== Exercise description ==
In your answer, print each of the records below exactly.

== Supplied records ==
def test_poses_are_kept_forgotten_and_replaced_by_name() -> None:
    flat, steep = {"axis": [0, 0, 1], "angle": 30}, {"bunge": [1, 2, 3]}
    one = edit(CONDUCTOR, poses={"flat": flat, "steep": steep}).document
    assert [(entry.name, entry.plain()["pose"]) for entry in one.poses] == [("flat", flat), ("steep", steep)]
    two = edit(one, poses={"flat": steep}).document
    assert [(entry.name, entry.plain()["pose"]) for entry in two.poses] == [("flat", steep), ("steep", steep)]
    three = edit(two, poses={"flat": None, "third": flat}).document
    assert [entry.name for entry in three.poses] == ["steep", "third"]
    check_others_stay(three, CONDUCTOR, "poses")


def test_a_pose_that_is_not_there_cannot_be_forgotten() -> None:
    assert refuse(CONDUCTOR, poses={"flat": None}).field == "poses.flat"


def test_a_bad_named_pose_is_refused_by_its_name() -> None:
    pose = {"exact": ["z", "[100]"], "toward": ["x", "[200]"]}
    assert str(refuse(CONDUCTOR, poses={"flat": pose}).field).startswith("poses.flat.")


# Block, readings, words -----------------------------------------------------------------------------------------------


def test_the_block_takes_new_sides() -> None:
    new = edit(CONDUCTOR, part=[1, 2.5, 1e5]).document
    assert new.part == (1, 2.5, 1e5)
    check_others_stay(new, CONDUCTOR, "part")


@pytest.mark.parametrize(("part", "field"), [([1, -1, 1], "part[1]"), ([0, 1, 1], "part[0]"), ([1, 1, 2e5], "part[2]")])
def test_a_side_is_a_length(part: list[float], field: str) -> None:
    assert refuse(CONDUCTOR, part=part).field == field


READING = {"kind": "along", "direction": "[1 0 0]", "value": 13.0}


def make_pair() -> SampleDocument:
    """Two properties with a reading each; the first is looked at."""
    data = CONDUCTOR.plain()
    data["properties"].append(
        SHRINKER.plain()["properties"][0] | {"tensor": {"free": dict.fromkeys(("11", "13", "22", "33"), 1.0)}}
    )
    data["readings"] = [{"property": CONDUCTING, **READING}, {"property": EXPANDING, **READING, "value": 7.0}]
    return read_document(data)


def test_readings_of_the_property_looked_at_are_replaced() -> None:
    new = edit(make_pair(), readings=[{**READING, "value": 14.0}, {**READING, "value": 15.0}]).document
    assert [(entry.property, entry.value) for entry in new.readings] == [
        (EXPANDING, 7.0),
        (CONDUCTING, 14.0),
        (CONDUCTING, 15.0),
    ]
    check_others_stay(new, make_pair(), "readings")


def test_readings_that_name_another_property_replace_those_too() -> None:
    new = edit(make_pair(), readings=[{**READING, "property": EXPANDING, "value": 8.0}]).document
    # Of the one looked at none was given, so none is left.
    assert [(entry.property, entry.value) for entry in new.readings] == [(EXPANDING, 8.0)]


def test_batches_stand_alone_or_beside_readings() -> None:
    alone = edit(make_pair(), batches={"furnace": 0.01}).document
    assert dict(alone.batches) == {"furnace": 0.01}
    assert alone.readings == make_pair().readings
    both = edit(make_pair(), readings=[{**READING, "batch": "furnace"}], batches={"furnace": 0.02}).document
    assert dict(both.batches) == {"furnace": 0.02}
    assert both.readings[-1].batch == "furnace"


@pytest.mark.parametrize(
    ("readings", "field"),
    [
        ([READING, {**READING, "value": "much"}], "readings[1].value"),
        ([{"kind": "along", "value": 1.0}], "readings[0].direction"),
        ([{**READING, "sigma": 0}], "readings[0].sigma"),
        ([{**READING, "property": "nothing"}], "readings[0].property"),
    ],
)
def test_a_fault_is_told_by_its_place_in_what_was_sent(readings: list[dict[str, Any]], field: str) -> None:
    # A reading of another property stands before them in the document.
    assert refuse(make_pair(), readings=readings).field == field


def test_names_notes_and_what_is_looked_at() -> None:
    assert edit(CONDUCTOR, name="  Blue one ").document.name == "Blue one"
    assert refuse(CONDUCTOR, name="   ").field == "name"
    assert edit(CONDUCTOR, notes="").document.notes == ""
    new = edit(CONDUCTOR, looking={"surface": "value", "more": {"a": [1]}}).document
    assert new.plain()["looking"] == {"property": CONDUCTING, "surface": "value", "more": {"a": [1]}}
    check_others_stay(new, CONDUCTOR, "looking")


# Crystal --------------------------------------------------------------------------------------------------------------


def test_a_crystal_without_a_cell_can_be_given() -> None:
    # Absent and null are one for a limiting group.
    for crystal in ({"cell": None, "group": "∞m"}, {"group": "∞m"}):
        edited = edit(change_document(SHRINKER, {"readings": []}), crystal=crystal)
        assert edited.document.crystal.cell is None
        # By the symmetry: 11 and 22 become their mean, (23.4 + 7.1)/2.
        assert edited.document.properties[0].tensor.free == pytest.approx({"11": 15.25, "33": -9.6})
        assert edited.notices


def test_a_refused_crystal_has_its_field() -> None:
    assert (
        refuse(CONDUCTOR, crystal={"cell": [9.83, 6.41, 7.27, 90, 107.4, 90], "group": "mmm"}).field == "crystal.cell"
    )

== Written response ==
def test_poses_are_kept_forgotten_and_replaced_by_name() -> None:
    flat, steep = {"axis": [0, 0, 1], "angle": 30}, {"bunge": [1, 2, 3]}
    one = edit(CONDUCTOR, poses={"flat": flat, "steep": steep}).document
    assert [(entry.name, entry.plain()["pose"]) for entry in one.poses] == [("flat", flat), ("steep", steep)]
    two = edit(one, poses={"flat": steep}).document
    assert [(entry.name, entry.plain()["pose"]) for entry in two.poses] == [("flat", steep), ("steep", steep)]
    three = edit(two, poses={"flat": None, "third": flat}).document
    assert [entry.name for entry in three.poses] == ["steep", "third"]
    check_others_stay(three, CONDUCTOR, "poses")


def test_a_pose_that_is_not_there_cannot_be_forgotten() -> None:
    assert refuse(CONDUCTOR, poses={"flat": None}).field == "poses.flat"


def test_a_bad_named_pose_is_refused_by_its_name() -> None:
    pose = {"exact": ["z", "[100]"], "toward": ["x", "[200]"]}
    assert str(refuse(CONDUCTOR, poses={"flat": pose}).field).startswith("poses.flat.")


# Block, readings, words -----------------------------------------------------------------------------------------------


def test_the_block_takes_new_sides() -> None:
    new = edit(CONDUCTOR, part=[1, 2.5, 1e5]).document
    assert new.part == (1, 2.5, 1e5)
    check_others_stay(new, CONDUCTOR, "part")


@pytest.mark.parametrize(("part", "field"), [([1, -1, 1], "part[1]"), ([0, 1, 1], "part[0]"), ([1, 1, 2e5], "part[2]")])
def test_a_side_is_a_length(part: list[float], field: str) -> None:
    assert refuse(CONDUCTOR, part=part).field == field


READING = {"kind": "along", "direction": "[1 0 0]", "value": 13.0}


def make_pair() -> SampleDocument:
    """Two properties with a reading each; the first is looked at."""
    data = CONDUCTOR.plain()
    data["properties"].append(
        SHRINKER.plain()["properties"][0] | {"tensor": {"free": dict.fromkeys(("11", "13", "22", "33"), 1.0)}}
    )
    data["readings"] = [{"property": CONDUCTING, **READING}, {"property": EXPANDING, **READING, "value": 7.0}]
    return read_document(data)


def test_readings_of_the_property_looked_at_are_replaced() -> None:
    new = edit(make_pair(), readings=[{**READING, "value": 14.0}, {**READING, "value": 15.0}]).document
    assert [(entry.property, entry.value) for entry in new.readings] == [
        (EXPANDING, 7.0),
        (CONDUCTING, 14.0),
        (CONDUCTING, 15.0),
    ]
    check_others_stay(new, make_pair(), "readings")


def test_readings_that_name_another_property_replace_those_too() -> None:
    new = edit(make_pair(), readings=[{**READING, "property": EXPANDING, "value": 8.0}]).document
    # Of the one looked at none was given, so none is left.
    assert [(entry.property, entry.value) for entry in new.readings] == [(EXPANDING, 8.0)]


def test_batches_stand_alone_or_beside_readings() -> None:
    alone = edit(make_pair(), batches={"furnace": 0.01}).document
    assert dict(alone.batches) == {"furnace": 0.01}
    assert alone.readings == make_pair().readings
    both = edit(make_pair(), readings=[{**READING, "batch": "furnace"}], batches={"furnace": 0.02}).document
    assert dict(both.batches) == {"furnace": 0.02}
    assert both.readings[-1].batch == "furnace"


@pytest.mark.parametrize(
    ("readings", "field"),
    [
        ([READING, {**READING, "value": "much"}], "readings[1].value"),
        ([{"kind": "along", "value": 1.0}], "readings[0].direction"),
        ([{**READING, "sigma": 0}], "readings[0].sigma"),
        ([{**READING, "property": "nothing"}], "readings[0].property"),
    ],
)
def test_a_fault_is_told_by_its_place_in_what_was_sent(readings: list[dict[str, Any]], field: str) -> None:
    # A reading of another property stands before them in the document.
    assert refuse(make_pair(), readings=readings).field == field


def test_names_notes_and_what_is_looked_at() -> None:
    assert edit(CONDUCTOR, name="  Blue one ").document.name == "Blue one"
    assert refuse(CONDUCTOR, name="   ").field == "name"
    assert edit(CONDUCTOR, notes="").document.notes == ""
    new = edit(CONDUCTOR, looking={"surface": "value", "more": {"a": [1]}}).document
    assert new.plain()["looking"] == {"property": CONDUCTING, "surface": "value", "more": {"a": [1]}}
    check_others_stay(new, CONDUCTOR, "looking")


# Crystal --------------------------------------------------------------------------------------------------------------


def test_a_crystal_without_a_cell_can_be_given() -> None:
    # Absent and null are one for a limiting group.
    for crystal in ({"cell": None, "group": "∞m"}, {"group": "∞m"}):
        edited = edit(change_document(SHRINKER, {"readings": []}), crystal=crystal)
        assert edited.document.crystal.cell is None
        # By the symmetry: 11 and 22 become their mean, (23.4 + 7.1)/2.
        assert edited.document.properties[0].tensor.free == pytest.approx({"11": 15.25, "33": -9.6})
        assert edited.notices


def test_a_refused_crystal_has_its_field() -> None:
    assert (
        refuse(CONDUCTOR, crystal={"cell": [9.83, 6.41, 7.27, 90, 107.4, 90], "group": "mmm"}).field == "crystal.cell"
    )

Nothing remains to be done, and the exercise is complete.